2/5/26

Bro….there's a lot to talk about. First off: I just passed by some dumbass white boys standing in a semicircle with a kid in a hazbian hotel hoodie at the tip who just walked away. Then I heard one of them say: I wanted to rock hisshit...I swear the kids in my school are cavemen because why are we bullying kids in the big 26? I dont like hazbain hotel either but im not messing with kids who like it over it because I actually have better things to do.
next. Pedo cult files fully released a few days ago. I don't even know what to say. You're telling me we had survivors telling us this shit years ago and we just refused to believe them. What the actual fuck. I don’t really want to talk about anymore because I haven't read/looked at highlights because it's actually so disgusting without going in depth and I don't want to turn on my paranoia.
speaking of paranoia. I feel like my medicine is dampening my emotions and it’s scaring me. I'm making mistakes and feeling nothing about them.. I can't take action as easily anymore because there's no emotional drive behind it.
I'm not really feeling challenged in my eng class but I don’t think the alternative is any better? Whatever, it's only the second week.
people don’t lock in anymore, they jst chat-gpt it

What happened to having a good THINK? We are regressing

ADOBE pmo bro. AS SOON AS I LEARN ANIMATE AND GET MOTIVATION TO WORK, ADOBE CANS IT. I did have a good day yesterday and I finally convinced someone to commission me! My friend told me people prefer the other Commission Guy because the Other Guy has a better style and has the energy of a kicked puppy. This probably means I contrast with the energy of an evil dalmation.

2/6/26

The due date for submissions for this month's creative writing club prompts are due by the 9th and I've got nothing. Well, not nothing but I've got some shit I could serve. A few melodramatic paragraphs full of faux-sophistication, all culminating in a haphazard metaphor for cocaine addiction. Did I mention the theme was love. Ugh. I said I'd turn something in this time but that probably won't happen. Wait. Okay So I'm obviously I have no girl for Valentine's Day. Surprising. Many of my friends are getting desperate but I just wallow in self pity and fear of being alone forever. I could write a poem about that! Sure technically the theme is love flash fiction but on the submission page, poem is still a selectable option. Yeah.. I can do that in 3 days. Maybe I'll publish it here too, on my rattalks page. On the topic of Valentine's Day , I was thinking about making in animation or something of the like for it,, since I have nothing else to do. (FUCK I just looked it up, it's on a Saturday too..bro). Well I guess Valentine's Day is about love and I love my friends so I can hang out with my friends. Heaven yes dude.
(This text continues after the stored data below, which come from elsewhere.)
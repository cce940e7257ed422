#!/usr/bin/env python3
"""Times folders of many short recordings: against scipy_job.py, by their number, again.

usage: many_recordings.py [--files N] [--rounds R] [--tiny N] [--folder DIR] [--tool PATH] [PART]...

PART is any of these, all of them unless given:
  scipy    N recordings of 1 s (default 10000; 200 distinct contents, hard-linked) through
           the program and through scipy_job.py in alternating rounds (default 1), for 1 and
           2 jobs. The ratio is that of the best wall times, that of the processors' times
           stands beside it: it hardly changes with what else the machine does.
  lengths  the same with every recording of a length of its own, from 0.95 to 1.05 s.
  number   recordings of 16 frames, which cost next to nothing to filter and are not
           measured: an eighth, a quarter, half and all of --tiny (default 100000). The time
           a recording must not grow; peak memory and what of it each further one takes.
  again    the same command over the finished folder, and sha256sum over the same inputs and
           outputs with as many processes, in turn. No output may be written again.

DIR is where recordings and outputs go (default: the system's temporary folder). On a disk,
making and deleting so many files is what is measured for the most part; in a folder in
memory (/dev/shm on Linux) it is the program. Needs 2 GB there by default.
Build first: cargo build --release
"""
import argparse
import os
import resource
import shutil
import subprocess
import sys
import tempfile
import time
from pathlib import Path

import timing

JOBS = (1, 2)
RATE_HZ = 48000
DISTINCT = 200
SHORT = timing.HERE / "short.toml"
HEADER_BYTES = 44


def place(folder, index):
    """Where recording `index` goes: a thousand a folder."""
    below = folder / f"{index // 1000:03}"
    below.mkdir(parents=True, exist_ok=True)
    return below / f"recording-{index:06}.wav"


def link_recordings(distinct, folder, count):
    sources = sorted(distinct.glob("*.wav"))
    for index in range(count):
        os.link(sources[index % len(sources)], place(folder, index))


def cut(whole, frames):
    """The first frames of a plain recording with 16 bits and one channel."""
    size = 2 * frames
    samples = whole[HEADER_BYTES : HEADER_BYTES + size]
    assert len(samples) == size, f"{len(whole)} bytes hold no {frames} frames"
    head = bytearray(whole[:HEADER_BYTES])
    head[4:8] = (HEADER_BYTES - 8 + size).to_bytes(4, "little")
    head[40:44] = size.to_bytes(4, "little")
    return bytes(head) + samples


def write_different_lengths(distinct, folder, count):
    sources = [path.read_bytes() for path in sorted(distinct.glob("*.wav"))]
    for index in range(count):
        frames = round(RATE_HZ * (0.95 + 0.1 * index / count))
        place(folder, index).write_bytes(cut(sources[index % len(sources)], frames))


def write_tiny(distinct, folder, count):
    sources = [cut(path.read_bytes(), 16) for path in sorted(distinct.glob("*.wav"))]
    for index in range(count):
        place(folder, index).write_bytes(sources[index % len(sources)])


def processors_s():
    """User and system time of all children so far."""
    usage = resource.getrusage(resource.RUSAGE_CHILDREN)
    return usage.ru_utime + usage.ru_stime


def timed(work):
    cpu, started = processors_s(), time.perf_counter()
    work()
    return time.perf_counter() - started, processors_s() - cpu


def run_scipy(source, target, jobs):
    shutil.rmtree(target, ignore_errors=True)
    target.mkdir()
    # Some of its bands of 1 Hz hold no bin in recordings shorter than 1 s: it warns and goes on.
    environment = os.environ | {"OMP_NUM_THREADS": "1", "OPENBLAS_NUM_THREADS": "1", "PYTHONWARNINGS": "ignore"}
    command = [sys.executable, timing.HERE / "scipy_job.py", source, target, str(jobs)]
    subprocess.run(command, check=True, stdout=subprocess.DEVNULL, env=environment)
    shutil.rmtree(target)


def compare(name, source, folder, options):
    print(f"{name}, best of {options.rounds} alternating rounds")
    print("jobs   SciPy s  program s  ratio  ratio of processor time  program ms a recording", flush=True)
    for jobs in JOBS:
        theirs, ours = [], []
        for _ in range(options.rounds):
            theirs.append(timed(lambda: run_scipy(source, folder / "scipy", jobs)))
            ours.append(timed(lambda: timing.run_tool(source, folder / "out", jobs, options.tool, SHORT)))
        (a, a_cpu), (b, b_cpu) = (tuple(map(min, zip(*times))) for times in (theirs, ours))
        print(f"{jobs:4} {a:9.2f} {b:10.2f} {a / b:6.2f} {a_cpu / b_cpu:24.2f} {b * 1e3 / options.files:23.3f}", flush=True)


def by_number(distinct, folder, options):
    print("recordings of 16 frames, 2 jobs, best of 2")
    print("recordings  seconds  us a recording  processor us a recording  peak MiB  bytes a recording more", flush=True)
    before = None
    for part in (8, 4, 2, 1):
        count = options.tiny // part
        source = folder / f"tiny-{part}"
        write_tiny(distinct, source, count)
        memory = []

        def run():
            memory.append(timing.run_tool(source, folder / "out", 2, options.tool, SHORT)[1])

        seconds, cpu = map(min, zip(*(timed(run) for _ in range(2))))
        peak = max(memory)
        more = f"{(peak - before[1]) * 2**20 / (count - before[0]):22.0f}" if before else f"{'-':>22}"
        print(f"{count:10} {seconds:8.2f} {seconds * 1e6 / count:15.1f} {cpu * 1e6 / count:25.1f} {peak:9.1f} {more}", flush=True)
        before = count, peak
        shutil.rmtree(source)
    shutil.rmtree(folder / "out")


def run_again(command):
    status = subprocess.run(command).returncode
    # 1 says that some band was missed.
    if status not in (0, 1):
        sys.exit(f"the second run ended with status {status}")


def again(source, folder, options):
    target = folder / "out"
    timing.run_tool(source, target, max(JOBS), options.tool, SHORT)
    identities = {path: path.stat().st_ino for path in target.rglob("*.wav")}
    print(f"{options.files} recordings of 1 s once more, best of 3 alternating rounds")
    print("jobs  sha256sum s  program s  program processor s  sha256sum processor s", flush=True)
    for jobs in JOBS:
        hashing = f"find '{source}' '{target}' -name '*.wav' -print0 | xargs -0 -n 500 -P {jobs} sha256sum"
        command = [options.tool, "filter", SHORT, source, target, "--jobs", str(jobs), "--quiet"]
        theirs, ours = [], []
        for _ in range(3):
            theirs.append(timed(lambda: subprocess.run(hashing, shell=True, check=True, stdout=subprocess.DEVNULL)))
            ours.append(timed(lambda: run_again(command)))
        (a, a_cpu), (b, b_cpu) = (tuple(map(min, zip(*times))) for times in (theirs, ours))
        print(f"{jobs:4} {a:12.2f} {b:10.2f} {b_cpu:20.2f} {a_cpu:22.2f}", flush=True)
        if identities != {path: path.stat().st_ino for path in target.rglob("*.wav")}:
            sys.exit("outputs were written again")
    shutil.rmtree(target)


def main():
    parser = argparse.ArgumentParser(description=__doc__.splitlines()[0])
    parser.add_argument("--files", type=int, default=10_000)
    parser.add_argument("--rounds", type=int, default=1)
    parser.add_argument("--tiny", type=int, default=100_000)
    parser.add_argument("--folder", type=Path)
    parser.add_argument("--tool", type=Path, default=timing.TOOL)
    parser.add_argument("parts", nargs="*", metavar="PART", default=[])
    options = parser.parse_args()
    parts = options.parts or ["scipy", "lengths", "number", "again"]
    with tempfile.TemporaryDirectory(dir=options.folder) as folder:
        folder = Path(folder)
        distinct = folder / "distinct"
        timing.make_recordings(distinct, min(DISTINCT, options.files), 1.05)
        whole = folder / "whole"
        whole.mkdir()
        for path in distinct.glob("*.wav"):
            (whole / path.name).write_bytes(cut(path.read_bytes(), RATE_HZ))
        source = folder / "in"
        if {"scipy", "again"} & set(parts):
            link_recordings(whole, source, options.files)
        if "scipy" in parts:
            compare(f"{options.files} recordings of 1 s", source, folder, options)
        if "again" in parts:
            again(source, folder, options)
        shutil.rmtree(source, ignore_errors=True)
        if "lengths" in parts:
            write_different_lengths(distinct, source, options.files)
            compare(f"{options.files} recordings, each of a length of its own", source, folder, options)
            shutil.rmtree(source)
        if "number" in parts:
            by_number(distinct, folder, options)


if __name__ == "__main__":
    main()
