/// In full: the shortest form that reads back as the same bits, at most 24 characters.
fn coefficient(value: f64) -> String {
    let tiny = value != 0.0 && value.abs() < 1e-3;
    if tiny { format!("{value:e}") } else { value.to_string() }
}

fn poles(section: &Section, rate_hz: u32) -> String {
    let poles = landmarks(section.a);
    let each = poles.iter().map(|pole| {
        let turns = pole.angle / (2.0 * std::f64::consts::PI);
        format!("radius {} at {} Hz", trimmed(1.0 - pole.depth, 9), trimmed(turns * f64::from(rate_hz), 3))
    });
    let each: Vec<_> = each.collect();
    let kind = match poles.as_slice() {
        [] => return "no poles".to_owned(),
        [pole] if pole.angle > 0.0 && pole.angle < std::f64::consts::PI => "pole pair",
        [_] => "real pole",
        _ => "real poles",
    };
    format!("{kind}: {}", each.join(" and "))
}

fn settling(design: &DesignEntry) -> String {
    if design.sections.is_empty() {
        return String::new();
    }
    let both_ways = design.passes > 1;
    let passes = "They run forward and then backward: zero phase. Orders and sections are those of one pass, everything \
                  else is that of both, twice the decibels of one.";
    let passes = if both_ways { wrapped(passes, 0, 0, WIDTH) } else { String::new() };
    let line = format!(
        "Settling takes {}; figures of recordings leave that out at {}. Largest pole radius {}.",
        seconds(design.settling_s.get()),
        if both_ways { "the start and at the end" } else { "the start" },
        trimmed(design.max_pole_radius.get(), 9),
    );
    passes + &wrapped(&line, 0, 0, WIDTH) + &rounding(design)
}

/// Only where it is more than nothing.
fn rounding(design: &DesignEntry) -> String {
    let (db, at_hz) = match design.rounding_at_hz {
        Some(at_hz) if design.rounding_db.get() > WORTH_TELLING_DB => (design.rounding_db.get(), at_hz),
        _ => return String::new(),
    };
    let line = format!(
        "Rounding: the exact coefficients have more digits than f64 holds, and with these the response is up to {} dB \
         off what the stages ask for (at {} Hz). A wider band, an edge farther from 0 Hz and half the rate, a lower \
         order or a lower sample rate bring it nearer.",
        trimmed(db, 5),
        hertz(at_hz),
    );
    wrapped(&line, 0, 0, WIDTH)
}

fn bands(design: &DesignEntry, palette: Palette) -> String {
    if design.bands.is_empty() {
        return wrapped("No bands: nothing is required or observed.", 0, 0, WIDTH);
    }
    let mut table = Table::new([
        ("Band", false),
        ("from Hz", true),
        ("to Hz", true),
        ("required", false),
        ("attenuation dB", true),
        ("up to dB", true),
        ("excepted Hz", true),
        ("check", false),
    ]);
    for band in &design.bands {
        let excepted_hz = if band.excepted_hz.get() > 0.0 { hertz(band.excepted_hz) } else { "-".to_owned() };
        let (check, style) = check(band.check);
        let cells = [band.name.clone(), hertz(band.from_hz), hertz(band.to_hz), required(band.require)];
        let mut row: Vec<_> = cells.map(plain).into();
        row.push(plain(attenuation(band.attenuation_min_db)));
        row.push(plain(attenuation(band.attenuation_max_db)));
        row.push(plain(excepted_hz));
        row.push((check.to_owned(), style));
        table.row(row);
    }
    table.render(palette, 0, WIDTH)
}

/// The report's figures stop at [`CAP_DB`].
fn attenuation(db: Db) -> String {
    if db.get() >= CAP_DB { format!("{CAP_DB} or more") } else { format!("{:.3}", db.get()) }
}

fn check(check: Option<CheckResult>) -> (&'static str, Style) {
    match check {
        Some(CheckResult::Guaranteed) => ("guaranteed", Style::Good),
        Some(CheckResult::Depends) => ("depends", Style::Open),
        Some(CheckResult::Impossible) => ("impossible", Style::Bad),
        None => ("-", Style::Plain),
    }
}

fn times(design: &DesignEntry, palette: Palette) -> String {
    if design.bands.is_empty() {
        return String::new();
    }
    let mut table = Table::new([
        ("Band", false),
        ("reached from Hz", true),
        ("to Hz", true),
        ("group delay ms", true),
        ("start-up s", true),
        ("shortest recording s", true),
    ]);
    for band in &design.bands {
        let cells = [
            band.name.clone(),
            or_dash(band.reaches_from_hz.map(hertz)),
            or_dash(band.reaches_to_hz.map(hertz)),
            or_dash(band.group_delay_s.map(|s| format!("{:.3}", s.get() * 1e3))),
            or_dash(band.startup_s.map(|s| format!("{:.3}", s.get()))),
            or_dash(band.shortest_s.map(|s| format!("{:.1}", (s.get() * 10.0).ceil() / 10.0))),
        ];
        table.row(cells.map(plain));
    }
    let at_end = if design.passes > 1 { ", at the start and at the end" } else { "" };
    let note = format!(
        "Reached: where the requirement is met. Start-up: how long a steady line at the center is still heard{at_end}. \
         Shortest recording: what it takes to judge the band."
    );
    table.render(palette, 0, WIDTH) + &wrapped(&note, 0, 0, WIDTH)
}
I did a break here so you know I'm digressing for a while(from my pinball machine thought patterns)
On the 4th, I was at club with my friends doing fuck all and we get on the topic of being date-less for valentine's day. Me and uhh let's call her... something poetic because she's very poetic. Uhh I don't know how to be poetic and cool. RBL. Stands for Raging Butch Lesbian(in training). "Perfectt okay. Anyways, me and RBL were like: "Oh my gosh... no one wants me.m ujhh im so alone." over dramatic performance. Then my other friend is like: "what if you guys just date each other?". Um what um. I ignored the question but RBL said something aside like: "I can't date her"(not in a rude way). Which: give this guy a true but.. I don't know. I mean this is my blog and I know she doesn't read it. Shes really aesome i don know . kms


2/10/2026

The 2nd period experience

I made a cool video yesterday. Ooww oww noo please please don't give me a point of view CER kill me bro. I cant write for shit bro not even basic shit bro


2/20/2026

Guy who doesn't understand application models: I don't understand application models.


so many things i want to do. Ahh! Ahhh! Brain so mushy I want to be someone else for the night with no responsibilities. I can't imagine what being an adult will feel like if im already stressed out as an unemployed teen. "I've had a 103 fever for 6 months and I. I can't get it to go down." - the 103 fever guy. Exploring the web is a great hobby I love the web i dislike the heaviness of real life sometimes.
Today I caught up with a friend I haven't talked to in like. a year. which was awesome im glad to see her doing alright. America's women hockey team won gold, heck yezh!! ive been feeling blah lately but its okay. I'm thinking I'm building a resitance to my medicine and I don't know what to think about that. That's scary I dont knwo/ I think Ineed to write fan fiction actually but I don't want it to be hot shit you know what I mean. I don't want it to fall into whatever the ao3 style is called. something house. dont want that


2/24/2026


bro,,, oh my gosh bro.... Come on bro,,, Jeans in court?? Nah. NAH(said like meatcanyon in that one episode of creepcast). I need my mom to come get me quick so i can get a nice pair of pants. Why are jeans so offensive in professional settings? I mean know why it's a nono but I don't know why it is. It is what it is, at least my mom can come get me before i go. Turnk brownie.
I recently cleared up the timeline for my big KAHUNA story which is awesome. I m feeling motivated!! Also I got toonsquid and it works like a beauty. I still need to practice tweening but it is soooo much easier than adobe animate and easier to work on because my ipad is portable. Guy whos happy AND i just looked up if it had squash and stretch cuz last night when i was trying it, I couldn\'t figure out how to distort transform and it DOES have that feature. And a camera!!! And bones!!! Oughh it will be so ttuff. I just really need to work on timing because right now my tweening is so smooth it’s scary. I need to do movement, switch and stop.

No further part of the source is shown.